Best time to visit
You can visit Chile at any time of year, though conditions vary depending on which region you're heading to.



Chile is the most extraordinary country in the world, at least geographically. With 4,300 kilometres of Pacific coastline and more climate zones than almost anywhere else on earth, no two days feel the same. In the north, the Atacama Desert makes you feel as though you've left the planet entirely: bone-dry salt flats, geysers erupting at dawn and flamingos standing against snow-capped volcanoes. In the south, Patagonia awaits with fjords, glaciers, open steppe and Torres del Paine, where granite spires tear through the sky. In between, you'll discover wine regions, colonial towns and the Chilean Lake District. A round trip around Chile means recalibrating your entire sense of what extreme really looks like.
You can visit Chile at any time of year, though conditions vary depending on which region you're heading to.

Chile's currency is the Chilean peso (CLP).

Depending on your stopover, the flight takes around 16 to 20 hours.

The official language is Spanish, though you'll get along perfectly well with English.

Chile is full of highlights, but these must-sees belong on your bucket list.

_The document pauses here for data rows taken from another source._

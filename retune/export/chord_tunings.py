"""How each chord is tuned, as cents of the twelve keys, and which chords are tuned alike.

Conventions
-----------
* Arrays have a row a chord and a column a pitch class, C first; cents are deviations from
  equal temperament at the reference pitch; nan stands where nothing of the kind sounds.
* A chord tone's value is the mean of its pitch over the chord by duration, in all octaves, of
  the voices; of the accompaniment where no voice sings it.
* Weights are sounding times in seconds.
"""

from __future__ import annotations

from collections import defaultdict
from collections.abc import Mapping
from dataclasses import dataclass
from fractions import Fraction

import numpy as np
import numpy.typing as npt

from retune.harmony.model import Chord, Role
from retune.harmony.symbols import chord_symbol
from retune.tuning.model import TunedScore

Floats = npt.NDArray[np.float64]

WITHIN = 0.4
"""Chords tuned alike differ from their table by no more than this, in cents. The promise is
0.5; the rest is room for writing a ratio in place of its cents."""


@dataclass(frozen=True)
class ChordTunings:
    """The tuning of every chord of a piece.

    `tones` and `others` hold the values of chord tones and non-chord tones, `weights` and
    `other_weights` their sounding times; `ratios` maps pitch classes of a chord's tones to
    their ratio above its root.
    """

    tones: Floats
    weights: Floats
    others: Floats
    other_weights: Floats
    ratios: tuple[Mapping[int, Fraction], ...]

    @property
    def sounding(self) -> list[int]:
        """Indices of the chords with at least one chord tone."""
        return np.flatnonzero(self.weights.any(axis=1)).tolist()


def chord_tunings(tuned: TunedScore) -> ChordTunings:
    """Collect the tuning of every chord."""
    count, parts = len(tuned.harmony.chords), tuned.score.parts
    # One layer each for chord tones of voices, of accompaniment, and all other tones.
    values, weights = np.zeros((3, count, 12)), np.zeros((3, count, 12))
    ratios: list[dict[int, Fraction]] = [{} for _ in range(count)]
    tempo = tuned.score.tempo
    for tuned_note in tuned.notes:
        note = tuned_note.note
        chroma, sung = note.pitch.key % 12, parts[note.part].tuned
        for segment in tuned_note.segments:
            is_tone = segment.role is Role.CHORD_TONE
            layer = (0 if sung else 1) if is_tone else 2
            seconds = tempo.seconds(segment.end) - tempo.seconds(segment.onset)
            weights[layer, segment.chord, chroma] += seconds
            values[layer, segment.chord, chroma] += seconds * segment.cents
            if is_tone and segment.ratio is not None:
                ratios[segment.chord][chroma] = segment.ratio
    means = np.divide(values, weights, out=np.full_like(values, np.nan), where=weights > 0)
    unsung = np.isnan(means[0])
    return ChordTunings(
        np.where(unsung, means[1], means[0]),
        np.where(unsung, weights[1], weights[0]),
        means[2],
        weights[2],
        tuple(ratios),
    )


def alike(tunings: ChordTunings, chords: tuple[Chord, ...]) -> list[list[int]]:
    """Chords of one symbol whose tones all lie within `WITHIN` of a common value, in order of
    their first appearance; silent chords are in no group."""
    by_symbol: dict[str, _Groups] = defaultdict(_Groups)
    for index in tunings.sounding:
        by_symbol[chord_symbol(chords[index])].add(index, tunings.tones[index])
    groups = [members for found in by_symbol.values() for members in found.members]
    return sorted(groups, key=lambda members: members[0])


class _Groups:
    """Groups of chords of one symbol, each with the range of every tone."""

    def __init__(self) -> None:
        self.members: list[list[int]] = []
        self._low = np.empty((0, 12))
        self._high = np.empty((0, 12))

    def add(self, index: int, tones: Floats) -> None:
        """Put a chord into the group it widens least, or into a new one."""
        count = len(self.members)
        low = np.fmin(self._low[:count], tones)
        high = np.fmax(self._high[:count], tones)
        width = np.nan_to_num(high - low).max(axis=1)
        place = int(width.argmin()) if count and width.min() <= 2 * WITHIN else count
        if place < count:
            self.members[place].append(index)
            self._low[place], self._high[place] = low[place], high[place]
            return
        self.members.append([index])
        if count == len(self._low):
            room = np.full((count + 8, 12), np.nan)
            self._low, self._high = np.vstack([self._low, room]), np.vstack([self._high, room])
        self._low[count] = self._high[count] = tones
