"""From planned notes on their channels to the events of one track a part.

Order at one tick: note-offs, then set-up, bends, lyrics, note-ons; a channel's bends stand in
the track of the note that needs them, and before it (RP-001 orders nothing between tracks).
"""

from __future__ import annotations

import math
from collections.abc import Iterator, Mapping, Sequence
from operator import itemgetter

from retune.adapters.midi import (
    Bend,
    Control,
    Event,
    Meta,
    MetaType,
    NoteOff,
    NoteOn,
    Program,
    RawTrack,
)
from retune.adapters.midi_marker import Lanes, marker_of, range_setup
from retune.export.midi_channels import PERCUSSION, Lane
from retune.export.midi_text import lyric_bytes, text_bytes

_OFF, _SETUP, _BEND, _LYRIC, _ON = range(5)

_VOLUME, _PAN, _RESET_CONTROLLERS = 7, 10, 121
FULL_VOLUME = 100
"""The level General MIDI 2 gives a channel that was told none."""

CENTRE = 64
"""The pan in the middle; 0 is left, 127 right."""

_RANKS = 5
Timed = tuple[int, Event]
"""Place in time, which is tick * _RANKS + rank among the events of that tick; event."""


def volume(gain_db: float) -> int:
    """Channel volume for a gain: 40 log10 of its share (General MIDI 2), from the usual level.

    >>> volume(0.0), volume(-9.0), volume(-100.0)
    (100, 60, 0)
    """
    return min(round(FULL_VOLUME * math.pow(10.0, gain_db / 40.0)), 127)


def pan(place: float) -> int:
    """Pan for a place from -1 (left) to 1 (right).

    >>> pan(-1.0), pan(0.0), pan(1.0)
    (0, 64, 127)
    """
    return min(round(CENTRE * (1.0 + place)), 127)


def part_tracks(
    names: Mapping[int, str],
    lanes: Sequence[Lane],
    mix: Mapping[int, tuple[int, int]],
    bend_range: int,
    end: int,
) -> list[RawTrack]:
    """One track a part.

    Parameters
    ----------
    names : mapping
        Name by part, in the order of the tracks.
    lanes : sequence of Lane
        The channels with their notes.
    mix : mapping
        Volume and pan (0 left to 127 right) by part.
    bend_range : int
        Semitones.
    end : int
        The tick where the piece ends.
    """
    timed: dict[int, list[Timed]] = {part: [] for part in names}
    for lane in lanes:
        home = lane.notes[0].part
        level, place = mix[home] if len(lane.parts) == 1 else (FULL_VOLUME, CENTRE)
        timed[home].extend((_SETUP, event) for event in _setup(lane, level, place, bend_range))
        for part, tick, bend in _bends(lane):
            timed[part].append((tick * _RANKS + _BEND, bend))
        for note in lane.notes:
            events, on, off = timed[note.part], note.on * _RANKS, note.off * _RANKS
            events.append((on + _ON, NoteOn(lane.channel, note.key, note.velocity)))
            events.append((off + _OFF, NoteOff(lane.channel, note.key)))
            if words := lyric_bytes(note.lyric):
                events.append((on + _LYRIC, Meta(MetaType.LYRIC, words)))
    ports = {lane.notes[0].part: lane.port for lane in lanes}
    if any(ports.values()):
        # One for each track, before all that goes to the port.
        for part, port in ports.items():
            timed[part].insert(0, (_SETUP, Meta(MetaType.PORT, bytes((port,)))))
    for part, channels in _own_channels(lanes).items():
        timed[part].insert(0, (_SETUP, marker_of(Lanes(channels))))
    return [_track(names[part], events, end) for part, events in timed.items()]


def _own_channels(lanes: Sequence[Lane]) -> dict[int, tuple[int, ...]]:
    """The channels of each part that has its channels for itself, the percussion left out."""
    found: dict[int, tuple[int, ...]] = {}
    for lane in lanes:
        if len(lane.parts) > 1:
            return {}
        if lane.channel != PERCUSSION:
            (part,) = lane.parts
            found[part] = (*found.get(part, ()), lane.channel)
    return found


def _track(name: str, timed: list[Timed], end: int) -> RawTrack:
    timed.sort(key=itemgetter(0))
    title = (0, Meta(MetaType.TRACK_NAME, text_bytes(name)))
    return RawTrack((title, *[(place // _RANKS, event) for place, event in timed]), end)


def _setup(lane: Lane, level: int, place: int, bend_range: int) -> Iterator[Event]:
    """What a channel is told at the start: all of it before its first note."""
    channel = lane.channel
    yield Control(channel, _RESET_CONTROLLERS, 0)
    yield Program(channel, lane.program)
    yield Control(channel, _VOLUME, level)
    yield Control(channel, _PAN, place)
    yield from range_setup(channel, bend_range)
    yield Bend(channel, lane.notes[0].bends[0][1])


def _bends(lane: Lane) -> Iterator[tuple[int, int, Bend]]:
    """Part, tick and bend of each change of a channel's bend after the first."""
    wanted = sorted((tick, note.part, value) for note in lane.notes for tick, value in note.bends)
    current = lane.notes[0].bends[0][1]
    for tick, part, value in wanted:
        if value != current:
            current = value
            yield part, tick, Bend(lane.channel, value)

Santiago de Chile is loud, fast and full of contradictions. In Barrio Bellavista, street art meets glass facades, while at the Plaza de Armas, business people and street musicians share the same coffee. Cerro San Cristóbal rises above the sprawling city with the Andes looming behind it. Valparaíso does things entirely differently. No high-rises, just steep hillsides, street art covering every wall and a harbour you smell and hear before you ever see it. Pablo Neruda, Latin America's most celebrated poet, lived here twice. South of the city, the wine regions begin: Maipo Valley, Colchagua and Casablanca, broad, sun-drenched valleys best enjoyed with a Pisco Sour in hand as the golden hour sets in.

The Atacama is the driest desert on earth. There are no clouds, no greenery and no sound beyond the wind. In some places, it hasn't rained in decades, and the landscape makes that plainly clear. Salt flats mirror the sky like glass, and rocks stand in shapes that water has never had the chance to smooth. The Valle de la Luna makes you lose all sense of which planet you're standing on, while Rainbow Valley adds an astonishing layer of colour to the scene. Before sunrise, when the Atacama is still cloaked in darkness, the El Tatio geysers shoot steam 30 metres into the air with the silhouette of Licancabur volcano rising behind them. San Pedro de Atacama is your base for all of it, a small, dusty town sitting beneath the clearest night sky in the world.

Patagonia begins where the map seems to run out. There's endless steppe and landscapes that look older than time itself, all swept by a wind that never lets up. Then, at some point, the clouds part to reveal three granite towers standing 2,800 metres tall, with glacial turquoise lakes spread out at their feet. Torres del Paine National Park ranks among the most dramatic landscapes on earth. Punta Arenas is Chile's southernmost city: a place of historic architecture and a harbour on the Strait of Magellan, where it feels as though time simply stopped one day and never started again. From there, Tierra del Fuego opens up: a ragged coastline, ancient glaciers and a silence that settles heavily around you.

Easter Island lies 3,700 kilometres from the Chilean mainland, one of the most remote inhabited places on earth. Rapa Nui, as the indigenous people call it, is a volcanic speck in the Pacific: green hills, black lava coastlines and turquoise water stretching to the horizon in every direction. In the evenings, the sky turns colours that need no filter. Keeping watch over it all are the Moai. Almost 1,000 stone statues carved from rock centuries ago by the Rapa Nui people, their faces turned towards the interior of the island. To this day, nobody knows exactly how they got there.